Furthermore, according to the present invention, internet traffic analysis is not performed by a single server with excellent performance, but performed by a plurality of servers with common performance. Accordingly, costs can be reduced.
While the present invention has been described with reference to the particular illustrative embodiments, it is not to be restricted by the embodiments but only by the appended claims. It is to be appreciated that those skilled in the art can change or modify the embodiments without departing from the scope and spirit of the present invention.

Claims

1. A method of analyzing internet flow data for internet traffic monitoring by performing parallel computations using a MapReduce method, the method comprising:

(A) an internet flow data input step of dividing internet flow data stored in a file system and receiving the divided data at one or more data nodes;

(B) a Map task step of producing, with respect to each of the data nodes, a (Key, Value) pair from the received data and temporarily storing the (Key, Value) pair; and

(C) a Reduce task step of calculating a (Key, SUM(Value)) value from the stored (Key, Value) value and storing the calculated (Key, SUM(Value)) value.

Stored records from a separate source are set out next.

//! What a run needs, compiled from an experiment.

use std::ops::Range;

use super::retire::Retirement;
use super::surfaces::Surfaces;
use crate::estimate::Fingerprint;
use crate::flight::Flight;
use crate::medium::Passage;
use crate::observe::Observable;
use crate::source::Emission;

/// A compiled experiment: a photon's history is a pure function of this, the seed and the photon's index.
#[derive(Debug)]
pub(crate) struct Plan {
    pub(crate) emission: Box<dyn Emission>,
    pub(crate) flight: Box<dyn Flight>,
    pub(crate) passage: Passage,
    pub(crate) surfaces: Surfaces,
    /// Whether any coating reflects as a mirror.
    pub(crate) mirrors: bool,
    pub(crate) retirement: Retirement,
    /// Observables with the cells that each has.
    pub(crate) observables: Vec<(Range<usize>, Box<dyn Observable>)>,
    /// Decides what photons do.
    pub(crate) history: Fingerprint,
    /// Decides what is counted too.
    pub(crate) totals: Fingerprint,
}

impl Plan {
    /// Number of cells of all observables.
    pub(crate) fn outputs(&self) -> usize {
        self.observables.last().map_or(0, |(cells, _)| cells.end)
    }
}
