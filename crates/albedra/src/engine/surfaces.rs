//! What a strike finds: the row that was struck and what it does to the weight.

use super::block::Block;
use super::level::{Level, Stage};
use crate::geometry::{Frame, RegionShape};
use crate::math::quanta;

/// The surfaces of the flight kernel, the rows that they belong to and the rows' coatings, flattened into tables.
#[derive(Debug, Default)]
pub(crate) struct Surfaces {
    /// Wall of each surface.
    pub(crate) walls: Vec<u32>,
    /// Row of each surface where no region covers it.
    pub(crate) rows: Vec<u64>,
    /// Whether a strike on this surface needs wall coordinates (regions or a map).
    pub(crate) placed: Vec<bool>,
    pub(crate) any_placed: bool,
    /// By wall: its frame and its regions with their rows, the earliest first.
    pub(crate) plans: Vec<Option<WallPlan>>,
    /// By row; openings and absorbers have 0.
    pub(crate) reflectance: Vec<f64>,
    pub(crate) specular_share: Vec<f64>,
}

/// A planar wall's coordinates and what is painted on it.
#[derive(Clone, Debug)]
pub(crate) struct WallPlan {
    pub(crate) frame: Frame,
    pub(crate) regions: Vec<(RegionShape, u64)>,
}

impl WallPlan {
    /// The row of the latest region that covers a point, if any does.
    pub(crate) fn region_row(&self, u: f64, v: f64) -> Option<u64> {
        self.regions
            .iter()
            .rev()
            .find(|(shape, _)| shape.contains(u, v))
            .map(|&(_, row)| row)
    }
}

impl Surfaces {
    /// Finds the rows that were struck, and books the reflectance on the weight.
    pub(crate) fn strike(&self, level: Level, block: &mut Block) {
        self.find_rows(block);
        level.run(Weigh { block });
    }

    /// Looks up each lane's row and, in the first scratch column, its reflectance.
    fn find_rows(&self, block: &mut Block) {
        let live = block.live;
        let (row, surface) = (&mut block.row[..live], &block.surface[..live]);
        let rho = &mut block.scratch[0][..live];
        if !self.any_placed {
            for i in 0..live {
                row[i] = self.rows[surface[i] as usize];
                rho[i] = self.reflectance[row[i] as usize];
            }
            return;
        }
        // Which lanes are placed cannot be predicted, so all are written down and only those are kept.
        block.placed.clear();
        block.placed.resize(live, 0);
        let placed = &mut block.placed[..live];
        let mut kept = 0;
        for i in 0..live {
            let surface = surface[i] as usize;
            row[i] = self.rows[surface];
            rho[i] = self.reflectance[row[i] as usize];
            placed[kept] = i as u16;
            kept += usize::from(self.placed[surface]);
        }
        block.placed.truncate(kept);
        self.find_places(block);
    }

    /// Finds the wall coordinates where they are needed, and the regions there.
    fn find_places(&self, block: &mut Block) {
        for &lane in &block.placed {
            let lane = usize::from(lane);
            let Some(plan) = &self.plans[self.walls[block.surface[lane] as usize] as usize] else {
                continue;
            };
            let [x, y, z] = [
                block.position[0][lane],
                block.position[1][lane],
                block.position[2][lane],
            ];
            let (u, v) = plan.frame.to_plane(glam::DVec3::new(x, y, z));
            block.uv[0][lane] = u;
            block.uv[1][lane] = v;
            if let Some(row) = plan.region_row(u, v) {
                block.row[lane] = row;
                block.scratch[0][lane] = self.reflectance[row as usize];
            }
        }
    }
}

struct Weigh<'a> {
    block: &'a mut Block,
}

impl Stage for Weigh<'_> {
    type Output = ();

    #[inline(always)]
    fn run(self) {
        let live = self.block.live;
        let Block {
            scratch: [rho, _],
            weight,
            lost,
            leaving,
            path,
            flight,
            strikes,
            ..
        } = self.block;
        let (rho, weight) = (&rho[..live], &mut weight[..live]);
        let (lost, leaving) = (&mut lost[..live], &mut leaving[..live]);
        let (path, flight, strikes) = (&mut path[..live], &flight[..live], &mut strikes[..live]);
        for i in 0..live {
            let after = weight[i] * rho[i];
            lost[i] = weight[i] - after;
            weight[i] = after;
            leaving[i] = quanta(after);
            path[i] += flight[i];
            strikes[i] += 1;
        }
    }
}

2. The method as claimed in claim 1, further comprising the step of determining whether the received data is normal data by checking the configuration value of the internet flow data.

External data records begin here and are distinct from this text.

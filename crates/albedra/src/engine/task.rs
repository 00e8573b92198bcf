//! The loop: the photons of one group in one batch.

use std::sync::atomic::{AtomicBool, AtomicU64, Ordering};

use super::block::{Block, Cause, LANES, Loss, NOWHERE};
use super::level::Level;
use super::plan::Plan;
use super::turn::turn;
use crate::estimate::{Counters, GROUPS};
use crate::flight::Retries;
use crate::math::{ONE, quanta};

/// Photons `first`, `first + 64`, … of one group.
#[derive(Clone, Copy, Debug)]
pub(crate) struct Task {
    pub(crate) first: u64,
    pub(crate) photons: u64,
}

/// What a task has counted.
#[derive(Debug)]
pub(crate) struct Part {
    pub(crate) cells: Vec<i128>,
    pub(crate) counters: Counters,
}

/// How tasks are run; none of it is visible in results.
#[derive(Debug)]
pub(crate) struct Workplace<'a> {
    pub(crate) plan: &'a Plan,
    pub(crate) seed: u64,
    pub(crate) level: Level,
    pub(crate) lanes: usize,
    /// Set to abandon what runs.
    pub(crate) stop: &'a AtomicBool,
    /// Photons that ended, for the progress display.
    pub(crate) ended: &'a AtomicU64,
}

impl Task {
    /// Follows the photons to their ends; nothing, if the run was stopped.
    pub(crate) fn run(self, place: &Workplace<'_>, block: &mut Block) -> Option<Part> {
        let Workplace { plan, level, .. } = *place;
        let mut cells = vec![0; plan.outputs()];
        let mut counters = Counters::default();
        let mut retries = Retries::default();
        let mut crew = Crew {
            task: self,
            emitted: 0,
            unplaced: 0,
            place,
        };
        let mut ended = Vec::with_capacity(LANES);
        block.live = 0;
        crew.fill(block, &[]);
        book_losses(plan, block, &mut cells);
        while block.live > 0 {
            if place.stop.load(Ordering::Relaxed) {
                return None;
            }
            counters.flights += block.live as u64;
            plan.flight.next(level, block, &mut retries);
            counters.strikes += (block.live - block.missed.len()) as u64;
            give_up_missed(block, &mut counters);
            plan.passage.pass(level, block);
            plan.surfaces.strike(level, block);
            for (range, observable) in &plan.observables {
                observable.strike(level, block, &mut cells[range.clone()]);
            }
            turn(level, &plan.surfaces, plan.mirrors, block);
            plan.retirement.retire(level, block, &mut ended);
            crew.fill(block, &ended);
            book_losses(plan, block, &mut cells);
        }
        counters.untracked += crew.unplaced;
        counters.retried += retries.retried;
        Some(Part { cells, counters })
    }
}

/// Books what has left away from strikes.
fn book_losses(plan: &Plan, block: &mut Block, cells: &mut [i128]) {
    for (range, observable) in &plan.observables {
        observable.losses(&block.losses, &mut cells[range.clone()]);
    }
    block.losses.clear();
}

/// Books photons without a wall as untracked; what is left in their lanes weighs nothing and ends at this strike.
fn give_up_missed(block: &mut Block, counters: &mut Counters) {
    while let Some(lane) = block.missed.pop() {
        let lane = usize::from(lane);
        let (quanta, path) = (block.departing[lane], block.path[lane]);
        block.losses.push(Loss {
            quanta,
            path,
            cause: Cause::Untracked,
        });
        counters.untracked += 1;
        block.weight[lane] = 0.0;
        block.departing[lane] = 0;
        block.flight[lane] = 0.0;
        if block.surface[lane] == NOWHERE {
            block.surface[lane] = 0;
        }
    }
}

/// Puts photons into lanes.
struct Crew<'a> {
    task: Task,
    emitted: u64,
    /// Photons for which no start was found.
    unplaced: u64,
    place: &'a Workplace<'a>,
}

impl Crew<'_> {
    /// Gives ended lanes (ascending) to new photons, opens new lanes while there is room, and closes the gaps that
    /// stay at the end of the task.
    fn fill(&mut self, block: &mut Block, ended: &[u16]) {
        block.fresh.clear();
        block.adrift.clear();
        self.place
            .ended
            .fetch_add(ended.len() as u64, Ordering::Relaxed);
        let mut refilled = 0;
        while refilled < ended.len() && self.start(block, usize::from(ended[refilled])) {
            refilled += 1;
        }
        // From the last gap down, every lane above is live and none of those moved is fresh.
        for &gap in ended[refilled..].iter().rev() {
            block.live -= 1;
            block.carry(block.live, usize::from(gap));
        }
        while block.live < self.place.lanes && self.start(block, block.live) {
            block.live += 1;
        }
    }

    /// Starts the task's next photon in a lane, if there is one left.
    fn start(&mut self, block: &mut Block, lane: usize) -> bool {
        while self.emitted < self.task.photons {
            let photon = self.task.first + self.emitted * GROUPS as u64;
            self.emitted += 1;
            block.streams.seed(lane, self.place.seed, photon);
            let start = self.place.plan.emission.emit(&mut block.streams.lane(lane));
            let Some(start) = start else {
                block.losses.push(Loss {
                    quanta: ONE,
                    path: 0.0,
                    cause: Cause::Untracked,
                });
                self.unplaced += 1;
                self.place.ended.fetch_add(1, Ordering::Relaxed);
                continue;
            };
            for axis in 0..3 {
                block.position[axis][lane] = start.position[axis];
                block.direction[axis][lane] = start.direction[axis];
            }
            block.weight[lane] = 1.0;
            block.departing[lane] = quanta(1.0);
            block.path[lane] = 0.0;
            block.surface[lane] = start.surface;
            block.strikes[lane] = 0;
            block.photon[lane] = photon;
            block.fresh.push(lane as u16);
            if start.surface == NOWHERE {
                block.adrift.push(lane as u16);
            }
            return true;
        }
        false
    }
}
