//! The loop: tasks of photons, a block of lanes, stages that each photon passes once per strike.

mod block;
mod level;
mod plan;
mod retire;
mod run;
mod streams;
mod surfaces;
mod task;
mod turn;

pub(crate) use block::{Block, Cause, LANES, Loss, NOWHERE};
pub use level::Level;
pub(crate) use level::Stage;
pub(crate) use plan::Plan;
pub(crate) use retire::Retirement;
pub use run::Progress;
pub(crate) use run::{EngineError, Order, run};
#[cfg(test)]
pub(crate) use streams::Streams;
pub(crate) use streams::{Lane, STREAM_VERSION};
pub(crate) use surfaces::{Surfaces, WallPlan};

3. The method as claimed in claim 2, the step of determining whether the received data is normal data is performed before the Map task step (B) by checking whether at least one of a start time of a flow, an end time of a flow, a source IP address of a flow, a source port number of a flow, a destination IP address of a flow, a destination port address of a flow, a protocol type, a number of flows generated, a number of packets, and a number of bytes is omitted.

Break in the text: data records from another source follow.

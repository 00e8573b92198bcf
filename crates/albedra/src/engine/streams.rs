//! Random numbers: every photon has a generator of its own, seeded from the run's seed and the photon's index.

use std::convert::Infallible;

use rand::rand_core::TryRng;

use super::block::LANES;

/// The increment of `SplitMix64` (Steele, Lea & Flood 2014).
const GAMMA: u64 = 0x9E37_79B9_7F4A_7C15;

/// Version of the way histories draw numbers; a change here changes every result.
pub(crate) const STREAM_VERSION: u64 = 1;

/// The finaliser of `SplitMix64`.
#[inline(always)]
const fn mix(z: u64) -> u64 {
    let z = (z ^ (z >> 30)).wrapping_mul(0xBF58_476D_1CE4_E5B9);
    let z = (z ^ (z >> 27)).wrapping_mul(0x94D0_49BB_1331_11EB);
    z ^ (z >> 31)
}

/// Four finalisers at positions 4·index + j from the mixed seed. Mixing first keeps seeds that are spaced by `GAMMA`
/// from giving shifted copies of each other. The finaliser is a bijection, so the four words are never all zero.
#[inline(always)]
pub(crate) const fn seeded(seed: u64, photon: u64) -> [u64; 4] {
    let base =
        mix(seed.wrapping_add(GAMMA)).wrapping_add(photon.wrapping_mul(4).wrapping_mul(GAMMA));
    [
        mix(base),
        mix(base.wrapping_add(GAMMA)),
        mix(base.wrapping_add(GAMMA.wrapping_mul(2))),
        mix(base.wrapping_add(GAMMA.wrapping_mul(3))),
    ]
}

/// One step of xoshiro256++ (Blackman & Vigna 2021): the output, and the state moved on.
#[inline(always)]
fn step(s: &mut [u64; 4]) -> u64 {
    let out = s[0].wrapping_add(s[3]).rotate_left(23).wrapping_add(s[0]);
    let t = s[1] << 17;
    s[2] ^= s[0];
    s[3] ^= s[1];
    s[1] ^= s[2];
    s[0] ^= s[3];
    s[2] ^= t;
    s[3] = s[3].rotate_left(45);
    out
}

/// 53 bits as a number in [0, 1).
#[inline(always)]
fn unit(bits: u64) -> f64 {
    // Both halves are exact conversions that vectorise without AVX-512: 32 high bits and 21 low ones.
    const HIGH: u64 = 0x4530_0000_0000_0000; // 2^84
    const LOW: u64 = 0x4330_0000_0000_0000; // 2^52
    let x = bits >> 11;
    let high = f64::from_bits((x >> 32) | HIGH) - (f64::from_bits(HIGH) + f64::from_bits(LOW));
    let low = f64::from_bits((x & 0xFFFF_FFFF) | LOW);
    (high + low) * (1.0 / 9_007_199_254_740_992.0)
}

/// The generators of a block's lanes.
#[derive(Clone, Debug)]
pub(crate) struct Streams {
    state: [[u64; LANES]; 4],
}

impl Streams {
    pub(crate) fn new() -> Self {
        Self {
            state: [[0; LANES]; 4],
        }
    }

    /// Gives a lane the generator of a photon.
    pub(crate) fn seed(&mut self, lane: usize, seed: u64, photon: u64) {
        self.put(lane, seeded(seed, photon));
    }

    pub(crate) fn copy(&mut self, from: usize, to: usize) {
        self.put(to, self.get(from));
    }

    fn get(&self, lane: usize) -> [u64; 4] {
        [
            self.state[0][lane],
            self.state[1][lane],
            self.state[2][lane],
            self.state[3][lane],
        ]
    }

    fn put(&mut self, lane: usize, state: [u64; 4]) {
        for (column, word) in self.state.iter_mut().zip(state) {
            column[lane] = word;
        }
    }

    /// Draws for each of the first `lanes` lanes as many numbers in [0, 1) as there are columns.
    #[inline(always)]
    pub(crate) fn draw<const N: usize>(&mut self, lanes: usize, out: &mut [[f64; LANES]; N]) {
        let [s0, s1, s2, s3] = self.state.each_mut().map(|column| &mut column[..lanes]);
        let mut out = out.each_mut().map(|column| &mut column[..lanes]);
        for i in 0..lanes {
            let mut s = [s0[i], s1[i], s2[i], s3[i]];
            for column in &mut out {
                column[i] = unit(step(&mut s));
            }
            [s0[i], s1[i], s2[i], s3[i]] = s;
        }
    }

    /// One lane seen as a generator for any sampler of `rand`.
    pub(crate) fn lane(&mut self, lane: usize) -> Lane<'_> {
        Lane {
            state: self.get(lane),
            index: lane,
            streams: self,
        }
    }
}

/// A lane's generator; what it draws is drawn from the lane.
#[derive(Debug)]
pub(crate) struct Lane<'a> {
    state: [u64; 4],
    index: usize,
    streams: &'a mut Streams,
}

impl Lane<'_> {
    /// A number in [0, 1) with 53 bits.
    pub(crate) fn unit(&mut self) -> f64 {
        unit(step(&mut self.state))
    }
}

impl Drop for Lane<'_> {
    fn drop(&mut self) {
        self.streams.put(self.index, self.state);
    }
}

impl TryRng for Lane<'_> {
    type Error = Infallible;

    fn try_next_u32(&mut self) -> Result<u32, Infallible> {
        Ok((step(&mut self.state) >> 32) as u32)
    }

    fn try_next_u64(&mut self) -> Result<u64, Infallible> {
        Ok(step(&mut self.state))
    }

    fn try_fill_bytes(&mut self, out: &mut [u8]) -> Result<(), Infallible> {
        for chunk in out.chunks_mut(8) {
            chunk.copy_from_slice(&step(&mut self.state).to_le_bytes()[..chunk.len()]);
        }
        Ok(())
    }
}

#[cfg(test)]
mod tests {
    use rand::{Rng, RngExt, SeedableRng};
    use rand_xoshiro::Xoshiro256PlusPlus;

    use super::*;

    fn library(seed: u64, photon: u64) -> Xoshiro256PlusPlus {
        let mut bytes = [0; 32];
        for (chunk, word) in bytes.chunks_mut(8).zip(seeded(seed, photon)) {
            chunk.copy_from_slice(&word.to_le_bytes());
        }
        Xoshiro256PlusPlus::from_seed(bytes)
    }

    #[test]
    fn lanes_equal_the_library_generator() {
        let mut streams = Streams::new();
        for lane in 0..LANES {
            streams.seed(lane, 7, 1000 + lane as u64);
        }
        let mut drawn = [[0.0; LANES]; 2];
        let mut library: Vec<_> = (0..LANES as u64).map(|i| library(7, 1000 + i)).collect();
        for _ in 0..5 {
            streams.draw(LANES, &mut drawn);
            for (lane, rng) in library.iter_mut().enumerate() {
                assert_eq!(drawn[0][lane], rng.random::<f64>());
                assert_eq!(drawn[1][lane], rng.random::<f64>());
            }
        }
        for (lane, rng) in library.iter_mut().enumerate() {
            assert_eq!(streams.lane(lane).next_u64(), rng.next_u64());
            assert_eq!(streams.lane(lane).unit(), rng.random::<f64>());
        }
    }

    #[test]
    fn seeds_spaced_by_the_increment_do_not_overlap() {
        let a: Vec<_> = (0..1000).map(|i| seeded(3, i)).collect();
        for k in 1..8_u64 {
            for i in 0..1000 {
                assert!(!a.contains(&seeded(3_u64.wrapping_add(GAMMA.wrapping_mul(k)), i)));
            }
        }
    }
}
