const encoder = new TextEncoder();
const mostOctets = 75;

/**
 * Content lines of at most 75 octets, continued after CRLF and one space, and never cut inside a character.
 * Source: RFC 5545 §3.1. Lines that are folded already are unfolded first, so that folding twice changes nothing.
 */
export function fold(text: string): string {
	const unfolded = text.replace(/\r\n[ \t]/g, '');
	return unfolded.split('\r\n').map(foldLine).join('\r\n');
}

function foldLine(line: string): string {
	if (encoder.encode(line).length <= mostOctets) return line;
	const lines: string[] = [];
	let current = '';
	let octets = 0;
	for (const character of line) {
		const size = encoder.encode(character).length;
		if (octets + size > mostOctets) {
			lines.push(current);
			current = ' ';
			octets = 1;
		}
		current += character;
		octets += size;
	}
	lines.push(current);
	return lines.join('\r\n');
}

4. The method as claimed in claim 1, further comprising a ranking decision step of sorting the (Key, SUM(Value) values produced in the Reduce task step (C), in ascending powers or in descending powers on the basis of the SUM(Value) value.

5. The method as claimed in claim 1, wherein:

the Key is a source IP address, a destination IP address, a source port number, or a destination port number, and

the Value is a number of flows, a number of packets, or a number of bytes.

6. The method as claimed in claim 5, further comprising the step of determining whether the received data is normal data by checking the configuration value of the internet flow data.

7. The method as claimed in claim 6, the step of determining whether the received data is normal data is performed before the Map task step (B) by checking whether at least one of a start time of a flow, an end time of a flow, a source IP address of a flow, a source port number of a flow, a destination IP address of a flow, a destination port address of a flow, a protocol type, a number of flows generated, a number of packets, and a number of bytes is omitted.

8. The method as claimed in claim 5, further comprising a ranking decision step of sorting the (Key, SUM(Value) values produced in the Reduce task step (C), in ascending powers or in descending powers on the basis of the SUM(Value) value.